Bazen Nightmare'in böyle bir salağı neden ekibe aldığını düşünmüyor değildim. İlk başta benimle birlik olmayı teklif etmişti ve her şey harikaydı. Şimdi bir de bu gerizekalı ile uğraşıyorum.
"Dust nerede?" Nightmare'in sesiyle tüm bu düşüncelerim dağılmış ve odağımı tekrar karşımdaki silüete çevirmiştim.
"Sanırım hala odasında. Çağırayım mı?"
"Hayır sen fazla geveze oluyorsun. Killer git getir şunu." Kafamı salladım ve koltuğun kenarından aşağıya indim.
"Tamamdır patron." Odadan ayrılarak uzun koridora giriş yapmıştım. Dust aramıza katılalı pek fazla olmamıştı. Genel olarak sessiz bir tipti. Arada sırada Horror ile şu saçma diziyi izliyorlardı ama onun dışında odasından çok fazla çıkmıyordu.

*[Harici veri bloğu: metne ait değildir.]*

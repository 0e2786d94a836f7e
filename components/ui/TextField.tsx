import { useId, useState } from 'react';
import { StyleSheet, Text, TextInput, View, type TextInputProps } from 'react-native';
import { colors, space, type } from '../theme';
import { inputBox } from './inputBox';
import { FieldError } from '../worksheet/QuantityField';

/** What a field holds, which sets the keyboard, autofill and whether the text is hidden. */
export type TextFieldKind = 'email' | 'name' | 'current-password' | 'new-password' | 'search';

const kinds: Record<TextFieldKind, TextInputProps> = {
  email: { autoComplete: 'email', inputMode: 'email', keyboardType: 'email-address', autoCapitalize: 'none', autoCorrect: false },
  name: { autoComplete: 'name', autoCapitalize: 'words' },
  'current-password': { autoComplete: 'current-password', secureTextEntry: true, autoCapitalize: 'none', autoCorrect: false },
  'new-password': { autoComplete: 'new-password', secureTextEntry: true, autoCapitalize: 'none', autoCorrect: false },
  search: { role: 'searchbox', autoCapitalize: 'none', autoCorrect: false, inputMode: 'search' },
};

export interface TextFieldProps {
  /** The field's name: the input is `field-<name>`, its error `error-<name>`. */
  name: string;
  label: string;
  kind: TextFieldKind;
  value: string;
  onChangeText: (text: string) => void;
  /** Pressing Enter in the field sends its form. */
  onSubmitEditing?: () => void;
  /** A rule the value must meet, said before anything goes wrong ("at least 12 characters"). */
  hint?: string;
  placeholder?: string;
  /** What is wrong with the value, beside the field. */
  error?: string;
}

/** One labelled text field of a form, with its hint and its error right beneath it. */
export function TextField({ name, label, kind, value, onChangeText, onSubmitEditing, hint, placeholder, error }: TextFieldProps) {
  const [focused, setFocused] = useState(false);
  const id = useId();
  const hintId = `${id}-hint`;
  const errorId = `${id}-error`;
  const describedBy = [hint ? hintId : null, error ? errorId : null].filter(Boolean).join(' ');

  return (
    <View style={styles.field}>
      <Text style={type.uiStrong}>{label}</Text>
      <TextInput
        {...kinds[kind]}
        testID={`field-${name}`}
        aria-label={label}
        aria-invalid={error ? true : undefined}
        aria-describedby={describedBy || undefined}
        value={value}
        onChangeText={onChangeText}
        onSubmitEditing={onSubmitEditing}
        placeholder={placeholder}
        placeholderTextColor={colors.inkMuted}
        spellCheck={false}
        onFocus={() => setFocused(true)}
        onBlur={() => setFocused(false)}
        style={[styles.input, error ? styles.inputError : null, focused && styles.inputFocused]}
      />
      {hint ? (
        <Text nativeID={hintId} style={type.small}>
          {hint}
        </Text>
      ) : null}
      {error ? <FieldError id={errorId} testID={`error-${name}`} message={error} /> : null}
    </View>
  );
}

const styles = StyleSheet.create({
  field: { gap: space.xxs },
  input: {
    ...type.ui,
    ...inputBox.box,
  },
  inputError: inputBox.error,
  inputFocused: inputBox.focused,
});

Chara'dan evrenini kurtarmak için kendini güçlendirmeye çalışmıştı.Artık üst üste gelen soykırım rotalarını bitirmek istiyordu. Tüm evrenini katlederek.. bunu sonlandıracağını düşünmüştü.
Chara öldü ama evreni geri gelmedi. Tek başına kaldı. Nightmare onu bulana kadar tabii. Nightmare onun çok güçlü olduğunu söylemişti bize. Gerçekten de güçlüydü bunu katıldığını tüm Görevlerimizde de gayet iyi kanıtlamıştı.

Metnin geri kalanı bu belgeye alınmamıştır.